[[ SOURCE RECORDS open ]]
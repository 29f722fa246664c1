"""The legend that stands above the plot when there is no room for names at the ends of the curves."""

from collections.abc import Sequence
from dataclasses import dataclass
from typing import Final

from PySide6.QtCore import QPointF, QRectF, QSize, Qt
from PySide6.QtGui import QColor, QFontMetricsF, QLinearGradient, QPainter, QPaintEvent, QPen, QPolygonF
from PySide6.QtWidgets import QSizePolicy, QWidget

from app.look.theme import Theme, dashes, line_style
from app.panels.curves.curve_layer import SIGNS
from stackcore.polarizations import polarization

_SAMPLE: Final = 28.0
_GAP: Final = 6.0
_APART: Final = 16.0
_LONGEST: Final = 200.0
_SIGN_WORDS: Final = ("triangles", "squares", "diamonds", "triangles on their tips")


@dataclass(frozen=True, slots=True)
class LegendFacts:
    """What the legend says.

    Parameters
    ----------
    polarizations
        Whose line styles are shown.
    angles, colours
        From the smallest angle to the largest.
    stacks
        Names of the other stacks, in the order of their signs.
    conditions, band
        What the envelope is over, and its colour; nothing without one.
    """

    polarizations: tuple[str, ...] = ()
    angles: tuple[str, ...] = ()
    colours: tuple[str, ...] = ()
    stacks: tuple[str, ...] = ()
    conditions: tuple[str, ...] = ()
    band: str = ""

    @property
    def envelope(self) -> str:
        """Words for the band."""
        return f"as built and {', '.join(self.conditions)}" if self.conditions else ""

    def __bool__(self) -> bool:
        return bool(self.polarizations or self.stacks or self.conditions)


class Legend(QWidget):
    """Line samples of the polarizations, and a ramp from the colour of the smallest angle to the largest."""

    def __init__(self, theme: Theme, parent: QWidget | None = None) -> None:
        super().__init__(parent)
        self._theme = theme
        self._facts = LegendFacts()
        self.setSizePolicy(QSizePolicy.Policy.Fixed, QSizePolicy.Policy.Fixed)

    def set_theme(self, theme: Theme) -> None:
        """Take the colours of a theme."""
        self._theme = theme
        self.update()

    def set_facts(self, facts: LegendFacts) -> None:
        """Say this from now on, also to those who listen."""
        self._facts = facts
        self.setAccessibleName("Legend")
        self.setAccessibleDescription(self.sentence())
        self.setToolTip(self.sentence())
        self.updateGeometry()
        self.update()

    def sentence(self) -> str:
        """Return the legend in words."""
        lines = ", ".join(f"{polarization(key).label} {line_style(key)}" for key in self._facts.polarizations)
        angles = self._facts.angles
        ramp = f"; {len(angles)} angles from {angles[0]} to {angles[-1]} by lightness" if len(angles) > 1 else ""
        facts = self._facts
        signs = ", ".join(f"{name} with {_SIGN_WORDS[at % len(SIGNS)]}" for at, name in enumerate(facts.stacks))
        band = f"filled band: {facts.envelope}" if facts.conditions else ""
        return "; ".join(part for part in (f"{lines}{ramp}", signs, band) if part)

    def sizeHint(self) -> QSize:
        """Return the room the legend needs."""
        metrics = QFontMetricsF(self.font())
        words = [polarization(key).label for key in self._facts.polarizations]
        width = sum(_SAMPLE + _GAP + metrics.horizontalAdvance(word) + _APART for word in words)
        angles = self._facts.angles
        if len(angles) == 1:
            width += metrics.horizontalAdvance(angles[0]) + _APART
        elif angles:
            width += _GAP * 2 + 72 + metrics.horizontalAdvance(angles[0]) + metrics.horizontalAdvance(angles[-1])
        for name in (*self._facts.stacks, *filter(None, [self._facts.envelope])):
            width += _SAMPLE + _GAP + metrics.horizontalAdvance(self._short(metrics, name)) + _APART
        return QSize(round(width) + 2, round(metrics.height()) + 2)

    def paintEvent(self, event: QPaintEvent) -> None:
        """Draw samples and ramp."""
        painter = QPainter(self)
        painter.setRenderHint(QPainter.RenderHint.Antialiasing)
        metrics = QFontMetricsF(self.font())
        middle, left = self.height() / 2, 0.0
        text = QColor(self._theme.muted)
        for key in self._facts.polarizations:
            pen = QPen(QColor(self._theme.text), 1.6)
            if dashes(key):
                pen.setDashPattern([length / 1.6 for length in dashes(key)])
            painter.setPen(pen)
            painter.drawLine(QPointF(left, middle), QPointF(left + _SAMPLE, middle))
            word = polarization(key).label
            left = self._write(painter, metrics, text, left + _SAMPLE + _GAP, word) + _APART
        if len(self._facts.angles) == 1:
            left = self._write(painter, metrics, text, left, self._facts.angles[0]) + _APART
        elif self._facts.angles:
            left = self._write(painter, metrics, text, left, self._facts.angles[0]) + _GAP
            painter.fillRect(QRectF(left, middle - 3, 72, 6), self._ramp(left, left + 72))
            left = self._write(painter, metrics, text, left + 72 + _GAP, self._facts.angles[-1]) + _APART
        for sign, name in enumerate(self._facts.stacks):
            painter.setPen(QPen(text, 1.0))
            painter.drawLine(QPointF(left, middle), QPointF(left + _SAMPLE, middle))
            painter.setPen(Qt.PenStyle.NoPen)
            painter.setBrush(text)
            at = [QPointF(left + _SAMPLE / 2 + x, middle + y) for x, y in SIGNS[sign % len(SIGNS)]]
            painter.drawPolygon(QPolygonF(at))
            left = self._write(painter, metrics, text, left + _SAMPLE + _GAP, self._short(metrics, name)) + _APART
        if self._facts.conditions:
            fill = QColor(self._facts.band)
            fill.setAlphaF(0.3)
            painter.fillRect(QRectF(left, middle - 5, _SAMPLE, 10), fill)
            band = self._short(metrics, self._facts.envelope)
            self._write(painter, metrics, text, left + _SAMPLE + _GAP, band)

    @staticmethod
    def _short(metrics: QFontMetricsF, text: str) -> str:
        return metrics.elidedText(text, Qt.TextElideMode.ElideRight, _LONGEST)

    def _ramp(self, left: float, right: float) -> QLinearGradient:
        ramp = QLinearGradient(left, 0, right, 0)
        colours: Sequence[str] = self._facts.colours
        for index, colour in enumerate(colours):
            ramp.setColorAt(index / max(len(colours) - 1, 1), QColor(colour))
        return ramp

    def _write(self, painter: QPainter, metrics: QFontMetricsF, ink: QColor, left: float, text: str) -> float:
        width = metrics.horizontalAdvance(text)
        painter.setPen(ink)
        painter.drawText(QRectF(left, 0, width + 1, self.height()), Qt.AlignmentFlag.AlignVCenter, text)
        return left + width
[[ SOURCE RECORDS closed ]]
Your answer must be the lines from the first line of the records through the line containing "polarizations: tuple[str, ...] = ()", copied exactly.

repository 29f722fa246664c1
"""The legend that stands above the plot when there is no room for names at the ends of the curves."""

from collections.abc import Sequence
from dataclasses import dataclass
from typing import Final

from PySide6.QtCore import QPointF, QRectF, QSize, Qt
from PySide6.QtGui import QColor, QFontMetricsF, QLinearGradient, QPainter, QPaintEvent, QPen, QPolygonF
from PySide6.QtWidgets import QSizePolicy, QWidget

from app.look.theme import Theme, dashes, line_style
from app.panels.curves.curve_layer import SIGNS
from stackcore.polarizations import polarization

_SAMPLE: Final = 28.0
_GAP: Final = 6.0
_APART: Final = 16.0
_LONGEST: Final = 200.0
_SIGN_WORDS: Final = ("triangles", "squares", "diamonds", "triangles on their tips")


@dataclass(frozen=True, slots=True)
class LegendFacts:
    """What the legend says.

    Parameters
    ----------
    polarizations
        Whose line styles are shown.
    angles, colours
        From the smallest angle to the largest.
    stacks
        Names of the other stacks, in the order of their signs.
    conditions, band
        What the envelope is over, and its colour; nothing without one.
    """

    polarizations: tuple[str, ...] = ()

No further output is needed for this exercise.